Течение и ветер мешали им, а враг был еще далеко, и, следуя приказу калеки, стоявшего у рулевого весла «Морской ведьмы», пришлось плыть как можно быстрее, чтобы догнать Вигибьюрда и Вестнора, прежде чем те поравняются с древней башней на берегу. Как только начнется битва, ветер и течение, которые сейчас, казалось бы, играли на руку пиратам, помешают им отплыть назад.
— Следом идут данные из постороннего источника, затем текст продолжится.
"use client";

import type { Answer } from "../state/plan";
import { PlanProvider } from "../state/PlanProvider";
import { SourcesStage, type SourcesStageProps } from "./SourcesStage";

/** The stage of the sources with its own plan and verdict. */
export function SourcesDesk({ answer, ...props }: SourcesStageProps & { answer: Answer }) {
  return (
    <PlanProvider key={props.projectId} answer={answer}>
      <SourcesStage {...props} />
    </PlanProvider>
  );
}
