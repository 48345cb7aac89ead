import type { SourceRecord } from "@/lib/noise/library";
import type { Plan } from "@/lib/noise/plan";
import type { Source } from "@/lib/noise/sources";
import type { SourcePlacement } from "@/lib/noise/sources/kind";
import type { PlanChange } from "../plan/save";
import type { PlanSave } from "../plan/usePlanSave";
import type { Answer } from "../state/plan";

export interface SourceKindChoice {
  name: Source["kind"];
  label: string;
  placement: SourcePlacement;
}

export interface SourceFigures {
  /** A-weighting over the nine bands, dB. */
  aWeights: readonly number[];
  /** Daily measure of bare ears: dB(A), minutes, and the dB that halve the time. */
  exposure: { level: number; minutes: number; halvedBy: number };
}

/** What takes an act back, and what it is called. */
export interface Undo {
  words: string;
  changes: (now: Plan) => readonly PlanChange[];
}

/** What every part of this page works with. */
export interface SourceDesk extends SourceFigures {
  answer: Answer;
  save: PlanSave;
  /** Saves what a change does to the plan that stands when its turn comes. */
  act: (changes: (plan: Plan) => readonly PlanChange[], spot: string, undo?: Undo) => Promise<boolean>;
  library: readonly SourceRecord[];
  kinds: readonly SourceKindChoice[];
  locked: boolean;
}

export const placementOf = ({ kinds }: Pick<SourceDesk, "kinds">, kind: string): SourcePlacement =>
  kinds.find(({ name }) => name === kind)?.placement ?? "room";

export const kindLabel = ({ kinds }: Pick<SourceDesk, "kinds">, kind: string): string => kinds.find(({ name }) => name === kind)?.label ?? kind;

export const spotOf = ({ id }: { id: string }): string => id;
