"use client";

import clsx from "clsx";
import { OCTAVE_BANDS } from "@/lib/noise/bands";
import type { Source } from "@/lib/noise/sources";
import { bandWords, wholeDecibels, withUnit } from "../format";
import { BasisMark } from "../marks/BasisMark";
import { useRoving } from "../verdict/useRoving";
import type { SourceDesk } from "./desk";
import { HourAxis, HourStrip } from "./HourStrip";
import { limitHours, type Hours } from "./hours";
import { howKnown, whereWords } from "./sourceWords";
import { loudestBand } from "./spectrum";

interface Props {
  desk: SourceDesk;
  litId: string | undefined;
  onLight: (id: string) => void;
  /** Enter: on to the fields of the lit source. */
  onOpen: () => void;
}

const columns =
  "grid grid-cols-[minmax(0,1fr)_auto_auto] gap-x-4 desk:grid-cols-[minmax(0,1.1fr)_minmax(0,1.9fr)_64px_64px_minmax(0,1.4fr)] desk:gap-x-6";

/** Every source with its hours under one axis: one tab stop, arrows move the lit row, Enter opens it. */
export function SourceList({ desk, litId, onLight, onOpen }: Props) {
  const { plan, verdict } = desk.answer;
  const lit = plan.sources.findIndex(({ id }) => id === litId);
  const limits = limitHours(plan);
  const { list, onKeyDown } = useRoving({ items: plan.sources, lit, onLight: ({ id }) => onLight(id), onEnter: onOpen });
  return (
    <>
      <ColumnHeads />
      <ul ref={list} role="listbox" aria-label="Sources" onKeyDown={onKeyDown}>
        {plan.sources.map((source, index) => (
          <Row
            key={source.id}
            source={source}
            where={whereWords(source, plan, desk)}
            limits={limits}
            doubts={verdict.sources?.[source.id]?.doubts}
            lit={index === lit}
            tabbable={index === Math.max(0, lit)}
            onLight={() => onLight(source.id)}
          />
        ))}
      </ul>
      <p className="border-t border-rule px-4 py-4 text-second text-ink2 mid:px-6.5">
        Solid: at work. Dashed: no hours said.{limits.length > 0 && ` Grey ground: hours of the limits, ${limits.map(({ from, to }) => `${from} to ${to}`).join(", ")}.`} Hours are
        shown, not weighed: what is weighed at once stands in the situations below.
      </p>
    </>
  );
}

function ColumnHeads() {
  const head = "hidden self-end text-second font-semibold text-ink2 desk:block";
  return (
    <div aria-hidden="true" className={clsx(columns, "mx-4 border-b-2 border-ink pt-5 mid:mx-6.5 max-desk:pb-0 desk:pb-2")}>
      <span className={head}>Source</span>
      <span className="max-desk:col-span-full">
        <HourAxis />
      </span>
      <span className={clsx(head, "text-right")}>Loudest</span>
      <span className={clsx(head, "text-right")}>Power</span>
      <span className={head}>How well known</span>
    </div>
  );
}

interface RowProps {
  source: Source;
  where: string;
  limits: readonly Hours[];
  doubts?: readonly number[];
  lit: boolean;
  tabbable: boolean;
  onLight: () => void;
}

function Row({ source, where, limits, doubts, lit, tabbable, onLight }: RowProps) {
  const band = loudestBand(source.power);
  const loudest = band === null ? "–" : bandWords(OCTAVE_BANDS[band]!);
  const level = band === null ? "–" : withUnit(wholeDecibels(source.power![band]!), "dB");
  const known = howKnown(source, doubts);
  return (
    <li
      role="option"
      aria-selected={lit}
      aria-label={spoken(source, where, band === null ? undefined : `loudest at ${loudest} with ${level}`)}
      tabIndex={tabbable ? 0 : -1}
      onClick={onLight}
      className={clsx(
        columns,
        "cursor-pointer items-center gap-y-1 border-t border-rule px-4 py-2.5 -outline-offset-2 first:border-t-0 focus-visible:outline-2 focus-visible:outline-ink mid:px-6.5",
        lit ? "bg-lampwash shadow-[inset_6px_0_0_var(--lamp)]" : "hover:bg-well",
      )}
    >
      <span className="min-w-0">
        <span className="block break-words font-semibold">{source.name}</span>
        <span className="block break-words text-second text-ink2">{where}</span>
      </span>
      <span className="order-1 col-span-full min-w-0 desk:order-none desk:col-auto">
        <HourStrip hours={source.hours ?? null} limits={limits} />
      </span>
      <span className="whitespace-nowrap text-right">{loudest}</span>
      <span className="whitespace-nowrap text-right">{level}</span>
      <span className="order-2 col-span-full min-w-0 desk:order-none desk:col-auto">
        <BasisMark {...known} />
      </span>
    </li>
  );
}

function spoken({ name, hours }: Source, where: string, loudest?: string): string {
  const at = hours ? `at work from ${hours.from} to ${hours.to}` : "no hours said";
  return [name, where, loudest ?? "no figures yet", at].join(", ");
}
Бьярни, стоя среди воинов, благодарил всех богов войны и мореплавания за то, что, хоть и на чужом корабле, он не сидел среди гребцов, спиной к битве, и видел, как два грозных флота надвигались друг на друга в бурных водах пролива, сужающихся между ними. Он видел, как драконьи носы кораблей вздымались все выше и выше, словно головы могучих чудовищ, жаждущих крови, лезли из воды, чтобы лучше разглядеть врага и оценить его силу.
Солнце ярко блестело на веслах, щитах и шлемах. Чайки кричали вокруг руин башни на берегу, когда флот Барры проплыл мимо нее, взлетая на волнах.
— Навались! Навались, мои богатыри! — пропел капитан чуть ли не с нежностью в голосе.